Faith and Freedom Spring and Summer 2024

The latest issue of Faith and Freedom is now available. In this issue we are pleased to publish the entire transcript of the most recent Reckoning International Unitarian and Universalist Histories Project webinar. Entitled Uncovering the Hidden Power of Women in Unitarian and Universalist History the discussion comprises an international panel with an introduction by Lehel Molnár, Unitarian archivist at Koloszvár, Transylvania, and with Rosemary Bray McNatt, President of the Starr King School for Ministry, Berkeley, California, as the moderator and concluding responder. The main papers are ‘The Story of Pharienbon Rani and Unitarianism in the Khasi Hills, India’ by Alisha Rani, professor of sociology at Shillong, India, and ‘Profiling Black Women’s Ministries in Unitarian Universalism’ by Qiyamah A. Rahman, a UU minister and activist in the United States. Responses are given by Olga Flores (Bolivia), Ann Peart (UK), and Mária Pap (UK and Transylvania), with closing remarks by Mark W. Harris, one of the main planners for the Reckoning Histories Project. The journal also includes some photographs (including the cover – see above and top) by John Hewerdine taken at the Annie Margaret Barr Memorial Orphanage in Meghalaya which help illustrate the theme of both Alisha Rani’s paper and a review by Derek McAuley also found in this issue.

Margaret Barr in her office in the Khasi Hills (Photo: John Hewerdine)

Other papers include Wayne Facer’s Mr Jellie’s Romance, an account of the pioneering days of Unitarianism in New Zealand and how amidst his work to establish the cause he fell in love with and eventually married Ella Macky. She was a member of an active Unitarian family but her own commitments frequently took her to the other side of the world to attend University and to participate in the International Council of Unitarian and Other Liberal Religious Thinkers and Workers in Amsterdam in 1903, while Jellie carried out his work establishing the congregation in Auckland and supporting Unitarians elsewhere in New Zealand.

Barrie Needham examines the life and poetry of Gerard Manley Hopkins, Catholic convert and Jesuit priest, whose poetry remained unpublished in his own lifetime but which has gained a great following from the early twentieth century onwards. A Victorian poet but one whose style is as bold and striking as anything written at any point since. Barrie Needham shows how Hopkins wrestled with his poetry to express his faith in God and his understanding of God in nature, and shows the philosophical understanding that underscored his writing. If you have ever read any Hopkins or heard his poems being read you will find this article immensely helpful.

In addition we have four excellent reviews of notable recent books.

Avi Shlaim, aged two, with his parents and sister in Baghdad, 1947. From the cover of his book.

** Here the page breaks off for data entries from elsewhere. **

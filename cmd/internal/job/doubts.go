package job

import (
	"math"

	"gatesill/report"
	"gatesill/store/record"
)

// greatestTempco is a slope beyond which a unit was forgotten: gate voltages move
// by -7 to +5 mV/K (common practice, no source).
const greatestTempco = 0.1 // V/K

// checkTempco refuses a slope of the gate voltage that no part has.
func checkTempco(n record.Num) error {
	if t, ok := n.Get(); ok && math.Abs(t) > greatestTempco {
		return Usage("--tempco -4mV/K", "--tempco: %g V/K is more than any gate voltage moves; -4 mV/K is written -4mV/K", t)
	}
	return nil
}

// doubtTempco warns of a slope with the sign that belongs to the other channel.
func (e *Env) doubtTempco(n record.Num, part record.Part) {
	if t, ok := n.Get(); ok && t < 0 && part.Channel == record.PChannel {
		e.warn("gate voltages of a p-channel part are negative and fall in magnitude as it warms up: their slope is above 0, as in --tempco 4mV/K")
	}
}

// A margin, and a guard band, from these on were probably meant in a smaller unit:
// both are tenths of a volt at most (common practice, no source).
const (
	bareVolts = 5.0 // V
	bareGuard = 0.5 // V
)

// doubtMargin warns of a margin of so many volts that its prefix was forgotten.
func (e *Env) doubtMargin(a record.Amount) {
	if a.Unit == "V" && a.Value >= bareVolts {
		e.warn("a margin of %s: a bare number is in volts, 50 mV is written 50mV", report.AmountWords(a))
	}
}

// doubtGuard warns of a guard band of so many volts that its unit was forgotten, and of
// one that leaves no room between the limits of the part.
func (e *Env) doubtGuard(a record.Amount, part record.Part) {
	if a.Unit != "V" {
		return
	}
	if a.Value >= bareGuard {
		e.warn("a guard band of %s: a bare number is in volts, 20 mV is written 20mV, and twice the standard uncertainty 2u", report.AmountWords(a))
	}
	low, ok := part.VgsthMin.Get()
	high, ok2 := part.VgsthMax.Get()
	if window := math.Abs(high - low); ok && ok2 && 2*a.Value > window {
		e.warn("a guard band of %s at either limit leaves no room between them, which are %s apart: no device can pass", report.AmountWords(a), report.FormatGiven(window, "V"))
	}
}
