package job

import (
	"context"
	"io"
	"os"
	"path/filepath"
	"testing"

	"github.com/stretchr/testify/require"

	"gatesill/store"
	"gatesill/store/record"
)

// The same fit keeps one estimate; what changes its outcome keeps another beside
// it.
func TestEstimatesAreKeptOncePerSettings(t *testing.T) {
	dir := t.TempDir()
	ctx := context.Background()
	env := &Env{Store: filepath.Join(dir, "s.db"), Out: io.Discard, Err: io.Discard, Quiet: true, Version: "test"}
	file := filepath.Join(dir, "c.csv")
	require.NoError(t, os.WriteFile(file, []byte("device,vg_V,id_mA\nD1,2.8,0.2\nD1,2.9,1.9\nD1,3.0,9.8\nD1,3.1,29\n"), 0o644))
	rq := ImportRequest{Lot: "a", Files: []string{file}}
	rq.Table.Given.Circuit = record.Diode
	require.NoError(t, Import(ctx, env, rq))
	kept := func() (n int) {
		require.NoError(t, Fit(ctx, env, "a", SheetOptions{Method: "auto"}))
		require.NoError(t, env.view(ctx, func(tx *store.Tx) error {
			lot, err := tx.Lot("a")
			if err != nil {
				return err
			}
			sweeps, err := tx.Sweeps(lot.ID, false)
			if err != nil {
				return err
			}
			es, err := tx.EstimatesOf(sweeps[0].ID)
			n = len(es)
			return err
		}))
		return n
	}
	require.Equal(t, 1, kept())
	require.Equal(t, 1, kept())
	top := record.Known(4)
	require.NoError(t, LotEditJob(ctx, env, "a", LotEdit{VgsthMax: &top}, ""))
	require.Equal(t, 2, kept())
	require.Equal(t, 2, kept())
}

Graham Murphy reviews Avi Shlaim, Three Worlds, Memoirs of an Arab-Jew, (Oneworld Publications, 2023). The book of the year for both the Times Literary Supplement and the New Statesman, Avi Shlaim tells his own story as someone who was born into the prosperous and significant Jewish community of Iraq following the Second World War and who was forced, with most of the Jewish population, to emigrate to Israel in 1950. At the age of 15 his life changed when he managed to come to the UK, ending up at Cambridge and ultimately as Professor of International Relations at St Antony’s College, Oxford. As a young man he served in the Israel Defense Force but is not afraid to criticise Israel or Zionism. His most recent research has gone back to Iraq and his own origins as part of ‘a Diaspora that had been the living embodiment of Muslim-Jewish co-existence [which] was no more’. In Shlaim’s view ‘As Israel expanded, the Palestinians, Arab natives of historic Palestine, not the Germans or the Russians, would take the burden of punishment for the European pogroms of modern history and the Final Solution.’ His reflections on his Jewish past in Iraq and on Arab-Israeli relations ever since are well worth reading, especially at the present time.

Andrew Linzey and Clair Linzey (eds.), Animal Theologians (Oxford Academic, Oxford University Press, 2023) is reviewed by Feargus O’Connor who takes us through the theological contributions to the consideration of animal rights, vivisection and animal cruelty. A number of the subjects of the book are Unitarians – most notably Frances Power Cobbe and Charles Hartshorne – and many would find agreement with Gandhi who Feargus quotes:

The greatness of a nation and its moral progress can be judged by the way animals are treated. Vivisection is the blackest of all the black crimes that man is at present committing against God and His fair creation. It ill becomes us to invoke in our daily prayers the blessings of God, the Compassionate, if we in turn will not practise elementary compassion towards our fellow creatures.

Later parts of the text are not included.